WHAT THE TASK REQUIRES: Search the records for lines that contain the word "return". Copy them all.
▼▼▼
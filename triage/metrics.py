"""Sentence and corpus metrics from sacrebleu (chrF by default, BLEU on request)."""

from __future__ import annotations

from collections.abc import Sequence

METRICS = ("chrf", "bleu")


def _metric(name: str, sentence: bool):
    from sacrebleu.metrics import BLEU, CHRF

    if name == "chrf":
        return CHRF()
    if name == "bleu":
        # sentence BLEU needs smoothing to be useful; sacrebleu's own default for sentence_score is 'exp'
        return BLEU(effective_order=True) if sentence else BLEU()
    raise ValueError(f"unknown metric {name!r}; choose from {', '.join(METRICS)}")


def sentence_scores(name: str, outputs: Sequence[str], references: Sequence[Sequence[str]]) -> list[float]:
    """sacrebleu's sentence-level score of each output against its own references."""
    m = _metric(name, sentence=True)
    return [float(m.sentence_score(o, list(refs)).score) for o, refs in zip(outputs, references, strict=True)]


def corpus_score(name: str, outputs: Sequence[str], references: Sequence[Sequence[str]]) -> float:
    """sacrebleu's corpus-level score; rows with fewer references are padded as sacrebleu expects."""
    return corpus(name, outputs, references)[0]


def corpus(name: str, outputs: Sequence[str], references: Sequence[Sequence[str]]) -> tuple[float, str]:
    """(corpus score, sacrebleu signature)."""
    m = _metric(name, sentence=False)
    depth = max((len(r) for r in references), default=1)
    streams = [[refs[k] if k < len(refs) else "" for refs in references] for k in range(depth)]
    if depth > 1:
        # sacrebleu treats an empty string as "no reference" only when it is None-like; keep the first stream full
        streams = [streams[0]] + [[r if r else None for r in s] for s in streams[1:]]
    score = float(m.corpus_score(list(outputs), streams).score)
    return score, str(m.get_signature())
▲▲▲
RESPONSE AREA:
        return CHRF()
        return BLEU(effective_order=True) if sentence else BLEU()
    return [float(m.sentence_score(o, list(refs)).score) for o, refs in zip(outputs, references, strict=True)]
    return corpus(name, outputs, references)[0]
    return score, str(m.get_signature())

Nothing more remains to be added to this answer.